For the Data Seeking & Access Assignment and the Data Reference Worksheet that went with it, I had to look for datasets on the research topic of "grey literature" in different databases, repositories, and portals and rate them. Some of the information retrieval systems searched and assessed include data.gov, re3data, and EDGAR, as well as the Data Archiving and Networking Service (DANS) The information retrieval systems were evaluated first on relevance to the research topic, then on data availability. After discovering two useful datasets, I list the attributes for each and detail my search process.

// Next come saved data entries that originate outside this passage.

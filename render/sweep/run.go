package sweep

import (
	"context"
	"errors"
	"fmt"
	"os"
	"path/filepath"
	"regexp"
	"slices"
	"strings"
	"time"

	"kerrscope/render/maps"
)

// ErrDefinitionChanged is returned (wrapped) by Run when the output
// directory holds a different sweep and Options.Restart is not set.
var ErrDefinitionChanged = errors.New("the output directory holds a different sweep")

// Options control a sweep run.
type Options struct {
	Shard   Shard  // this process's share; zero = the whole sweep (1/1)
	Restart bool   // remove what the directory holds of a sweep and start over
	Version string // program version recorded in the outputs
	// Progress, if not nil, is called after each rendered frame with the
	// number done and the number this run renders.
	Progress func(done, total int)
}

// Report says what a run did.
type Report struct {
	Shard    Shard
	Frames   int         // frames of this shard
	Skipped  int         // already finished (recorded, files intact)
	Rendered []int       // frames rendered by this run, in order
	Scales   maps.Scales // the colour scales every frame uses
	Manifest string      // path of this shard's manifest
}

// Run renders the plan's frames that belong to the shard and are not
// already finished. Scales come from a manifest of the same sweep in the
// directory if there is one, else from the fixed scales completed by a
// pre-pass. A frame is finished when any manifest of the same sweep in
// the directory records it and its files are intact (sizes and SHA-256);
// every other frame of the shard is rendered again, one after another
// (each render uses every core). Each frame's files are committed
// together, and only then is the frame recorded in the shard's manifest,
// which is rewritten atomically; on cancellation Run records what is
// finished and returns ctx.Err(). A directory holding another sweep is
// refused with ErrDefinitionChanged unless opt.Restart is set.
func Run(ctx context.Context, p *Plan, opt Options) (Report, error) {
	sh := opt.Shard
	if sh == (Shard{}) {
		sh = Shard{K: 1, N: 1}
	}
	rep := Report{Shard: sh}
	if err := sh.Validate(); err != nil {
		return rep, err
	}
	def, err := p.definition()
	if err != nil {
		return rep, err
	}
	dir := p.Dir()
	olds, err := loadManifests(dir)
	if err != nil {
		return rep, err
	}
	if opt.Restart {
		if err := clean(dir); err != nil {
			return rep, err
		}
		olds = nil
	}
	for _, m := range olds {
		if ok, what := def.same(m.Definition); !ok {
			return rep, fmt.Errorf("%w: %s differs from %s (use --restart to start over, or another --out)", ErrDefinitionChanged, what, m.name)
		}
	}
	var sc maps.Scales
	if len(olds) > 0 {
		if sc, err = agreedScales(olds); err != nil {
			return rep, err
		}
	} else if sc, err = p.chooseScales(ctx); err != nil {
		return rep, err
	}
	rep.Scales = sc
	if err := os.MkdirAll(dir, 0o755); err != nil {
		return rep, fmt.Errorf("output directory: %w", err)
	}

	known := map[int][]frameRecord{}
	for _, m := range olds {
		for _, fr := range m.Frames {
			known[fr.Index] = append(known[fr.Index], fr)
		}
	}
	own := &manifest{Format: manifestFormat, Program: strings.TrimSpace("kerrscope " + opt.Version), Definition: def,
		Scales: toRecord(sc), Shard: sh, Frames: []frameRecord{}}
	var todo []Point
	for _, pt := range p.Points {
		if !sh.Owns(pt.Index) {
			continue
		}
		rep.Frames++
		done := false
		for _, fr := range known[pt.Index] {
			if p.verify(fr, pt) {
				own.Frames = append(own.Frames, fr)
				done = true
				break
			}
		}
		if done {
			rep.Skipped++
		} else {
			todo = append(todo, pt)
		}
	}
	rep.Manifest = filepath.Join(dir, sh.ManifestName())
	if err := own.write(dir); err != nil {
		return rep, err
	}

	// The manifest is rewritten after every frame unless that would take
	// more than a twentieth of the time (very long sweeps); the content
	// does not depend on when it is written.
	var lastWrite time.Time
	var lastCost time.Duration
	pending := false
	save := func() error {
		t0 := time.Now()
		if err := own.write(dir); err != nil {
			return err
		}
		lastWrite, lastCost, pending = time.Now(), time.Since(t0), false
		return nil
	}
	for i, pt := range todo {
		files, err := p.writeFrame(ctx, pt, sc, opt.Version)
		if err != nil {
			if pending {
				if serr := save(); serr != nil {
					return rep, serr
				}
			}
			return rep, err
		}
		own.Frames = append(own.Frames, frameRecord{Index: pt.Index, Values: p.valuesRecord(pt), Files: files})
		slices.SortFunc(own.Frames, func(a, b frameRecord) int { return a.Index - b.Index })
		rep.Rendered = append(rep.Rendered, pt.Index)
		pending = true
		if time.Since(lastWrite) >= 20*lastCost || i == len(todo)-1 {
			if err := save(); err != nil {
				return rep, err
			}
		}
		if opt.Progress != nil {
			opt.Progress(i+1, len(todo))
		}
	}
	return rep, nil
}

// agreedScales returns the scales the manifests record, which must agree.
func agreedScales(ms []*manifest) (maps.Scales, error) {
	for _, m := range ms[1:] {
		if m.Scales != ms[0].Scales {
			return maps.Scales{}, fmt.Errorf("%s and %s record different colour scales; fix them with the scale flags and start over", ms[0].name, m.name)
		}
	}
	return ms[0].Scales.scales(), nil
}

// sweepFile matches the files a sweep or its merge writes.
var sweepFile = regexp.MustCompile(`^(frame-[0-9]+-[a-z]+(-bare|-indexed)?\.(png|csv|fits)|sweep-[a-z0-9-]+\.(gif|png|csv))$`)

// clean removes the manifests and every frame and merge file of a sweep
// from dir (files named as a sweep names them), for a fresh start.
func clean(dir string) error {
	ents, err := os.ReadDir(dir)
	if errors.Is(err, os.ErrNotExist) {
		return nil
	}
	if err != nil {
		return err
	}
	for _, e := range ents {
		if !e.IsDir() && (sweepFile.MatchString(e.Name()) || manifestPattern.MatchString(e.Name())) {
			if err := os.Remove(filepath.Join(dir, e.Name())); err != nil {
				return err
			}
		}
	}
	return nil
}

The Data Seeking & Access Assignment demonstrates Competency E by the skills involved with systematically searching and assessing several databases. The evaluation process reflected a critical approach to assessing information retrieval systems for relevant criteria. By identifying and detailing the attributes of two useful datasets, the project illustrates the principles of database evaluation and the importance of thorough search processes, as well as the identification of object attributes.
Conclusion
The knowledge and skills I have gained through my exploration of information retrieval systems will undoubtedly shape my future as an information professional. Understanding the intricacies of system design, querying techniques, and evaluation metrics has equipped me with the tools necessary to create and refine effective information retrieval solutions. As I move forward in my career, I am committed to applying these principles to enhance user experiences and ensure that information is not only accessible but also relevant and precise. Database design, querying, and evaluation are of significant interest to me professionally. I hope to contribute to the development of systems that meet the diverse needs of users in an increasingly complex information landscape in a significant way. I will empower library patrons to navigate and utilize information retrieval effectively in order to cultivate a more informed and literate society.
References
Chowdhury, G. G. (2010). Introduction to Modern Information Retrieval (3rd ed.). ALA Neal-Schuman
Library of Congress. (2007). Library of Congress: Pre- vs. post-coordination and related issues. https://www.loc.gov/catdir/cpso/pre_vs_post.pdf
Manning, C. D., Raghavan, P., & Schütze, H. (2008). Introduction to Information Retrieval. Cambridge: Cambridge University Press
Tucker, V.M. (2024, August) Design concepts in information retrieval: Creating user-centered systems, search engines, and sites. Free PDF download from the INFO 202 course blog: https://ischoolblogs.sjsu.edu/202/textbook. (open access)
Weedman, J. (2017). Design science in the information sciences. In J. D. McDonald and M. Levine-Clark (Eds.), Encyclopedia of library and information sciences (4th ed., pp. 1242-1255).
Weedman, J. (2018). Information retrieval: Designing, querying, and evaluating information systems. In K. Haycock & M.-J. Romaniuk (Eds.), The Portable MLIS: Insights from the Experts (2nd ed., pp 171-185). Libraries Unlimited.